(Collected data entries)
──────

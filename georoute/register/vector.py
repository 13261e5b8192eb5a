"""Read a register from GeoJSON, GeoPackage and every other vector file that GDAL knows."""

from __future__ import annotations

import math
import warnings
from typing import TYPE_CHECKING, Any

import numpy as np
import pyogrio
import pyogrio.raw
import shapely
from pyogrio.errors import DataLayerError, DataSourceError

from georoute.register.codes import Code, nearest_words, new_finding
from georoute.register.tables import Cell, RawRow, RawTable, UnreadableFileError, drop_empty_rows

if TYPE_CHECKING:
    from pathlib import Path

    from georoute.domain.findings import Finding

__all__ = ["VECTOR_SUFFIXES", "read_vector"]

VECTOR_SUFFIXES = (".geojson", ".json", ".gpkg", ".shp", ".fgb", ".gml", ".kml", ".gpx", ".gdb")
"""Suffixes named in messages; other files are tried as well."""

_GDAL_ERRORS = (
    # What pyogrio and the numpy conversions in it were seen to let through for broken files.
    DataSourceError,
    DataLayerError,
    RuntimeError,
    ValueError,
    OverflowError,
    TypeError,
    LookupError,
    OSError,
    shapely.errors.ShapelyError,
)

_GEOJSON = (".geojson", ".json", ".geojsonl", ".geojsons")


def read_vector(path: Path, *, layer: str | None) -> RawTable:
    """Read one layer of a vector file.

    Parameters
    ----------
    path
        The file.
    layer
        Name of the layer; ``None`` takes the first with geometries, and says so where there
        are several.

    Returns
    -------
    RawTable
        Attributes as cells and points in the layer's own coordinate system. Features are
        numbered from 1 in the order of the file: they have no row of headers.

    Raises
    ------
    UnreadableFileError
        If the file or the layer cannot be read.
    """
    if path.is_file() and path.stat().st_size == 0:
        raise UnreadableFileError([_empty("the file is empty")])
    with warnings.catch_warnings(record=True) as remarks:
        warnings.simplefilter("always")
        try:
            name, notes = _choose_layer(path, layer)
            options = {"DATE_AS_STRING": "YES"} if path.suffix.casefold() in _GEOJSON else {}
            meta, _, geometries, columns = pyogrio.raw.read(
                path, layer=name, datetime_as_string=True, force_2d=True, **options
            )
            shapes = _shapes(geometries)
        except UnreadableFileError:
            raise
        except _GDAL_ERRORS as error:
            raise UnreadableFileError([_unreadable(path, str(error))]) from error
    notes += _remarks([str(remark.message) for remark in remarks])
    headers = tuple(str(field) for field in meta["fields"])
    cells = _cell_columns(columns, meta)
    count = max((len(column) for column in cells), default=0 if shapes is None else len(shapes))
    rows = [
        RawRow(number=k + 1, cells=tuple(column[k] for column in cells), **_place(shapes, k))
        for k in range(count)
    ]
    return RawTable(
        headers=headers,
        rows=drop_empty_rows(rows),
        findings=tuple(notes),
        header_row=None,
        has_geometry=shapes is not None,
        crs=str(meta["crs"] or ""),
    )


def _empty(message: str) -> Finding:
    return new_finding(Code.EMPTY_FILE, message, "export the sites anew as points")


def _unreadable(path: Path, reason: str) -> Finding:
    listed = ", ".join(VECTOR_SUFFIXES)
    if "not recognized" in reason and path.suffix.casefold() not in VECTOR_SUFFIXES:
        return new_finding(
            Code.UNKNOWN_FORMAT,
            f"`{path.suffix or path.name}` is no format that can be read",
            f"save the register as .csv, .xlsx or one of {listed}",
        )
    first_line = (reason.splitlines() or [""])[0].split(";")[0]
    return new_finding(
        Code.DAMAGED_FILE,
        f"the file cannot be read as a vector file: {first_line}",
        "open it in a GIS and export it anew, for instance as GeoPackage",
    )


def _remarks(messages: list[str]) -> list[Finding]:
    return [
        new_finding(Code.READER_REMARK, message, "see whether the values concerned matter")
        for message in dict.fromkeys(messages)
        if not message.startswith("More than one layer")
    ]


def _choose_layer(path: Path, wanted: str | None) -> tuple[str, list[Finding]]:
    found = [(str(name), kind) for name, kind in pyogrio.list_layers(path)]
    names = [name for name, _ in found]
    listed = ", ".join(f"`{name}`" for name in names)
    if not names:
        raise UnreadableFileError([_empty("the file has no layer")])
    if wanted is not None:
        if wanted in names:
            return wanted, []
        fault = new_finding(
            Code.WRONG_LAYER,
            f"the file has no layer `{wanted}`; its layers are {listed}",
            f"name one of its layers: {nearest_words(wanted, names)}",
            column="layer",
            value=wanted,
        )
        raise UnreadableFileError([fault])
    chosen = next((name for name, kind in found if kind is not None), names[0])
    if len(names) == 1:
        return chosen, []
    note = new_finding(
        Code.LAYER_ASSUMED,
        f"the file has {len(names)} layers ({listed}); `{chosen}` was read",
        "name the layer in the programme ([register] layer) if that is not right",
        value=chosen,
    )
    return chosen, [note]


def _shapes(geometries: Any) -> Any:  # noqa: ANN401 - object arrays of pyogrio and shapely
    """Return geometries, ``None`` where the layer has none at all."""
    if geometries is None:
        return None
    return shapely.force_2d(shapely.from_wkb(geometries, on_invalid="ignore"))


def _place(shapes: Any, k: int) -> dict[str, Any]:  # noqa: ANN401 - as _shapes
    """Return the point of feature ``k``, or the name of the shape that is no point."""
    shape = None if shapes is None else shapes[k]
    if shape is None or shape.is_empty:
        return {}
    if shape.geom_type == "MultiPoint" and len(shape.geoms) == 1:
        shape = shape.geoms[0]  # many programs write every point as a collection of one
    if shape.geom_type != "Point":
        return {"shape": shape.geom_type}
    return {"point": (float(shape.x), float(shape.y))}


def _cell_columns(columns: Any, meta: dict[str, Any]) -> list[list[Cell]]:  # noqa: ANN401 - as _shapes
    boolean = [subtype == "OFSTBoolean" for subtype in meta["ogr_subtypes"]]
    return [
        [_cell(value, boolean=is_boolean) for value in column.tolist()]
        if column.dtype.kind != "M"
        else [None if text == "NaT" else text for text in np.datetime_as_string(column)]
        for column, is_boolean in zip(columns, boolean, strict=True)
    ]


def _cell(value: object, *, boolean: bool) -> Cell:
    if value is None or (isinstance(value, float) and math.isnan(value)):
        return None  # a missing number and one that was never a number look alike here
    if isinstance(value, (bool, float, int)) and boolean:
        return bool(value)
    if isinstance(value, (str, int, float)):
        return value
    return str(value)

──────

**Directions:** Extract every line of the records above that contains the word "noqa".

**Written response:**
def _shapes(geometries: Any) -> Any:  # noqa: ANN401 - object arrays of pyogrio and shapely
def _place(shapes: Any, k: int) -> dict[str, Any]:  # noqa: ANN401 - as _shapes
def _cell_columns(columns: Any, meta: dict[str, Any]) -> list[list[Cell]]:  # noqa: ANN401 - as _shapes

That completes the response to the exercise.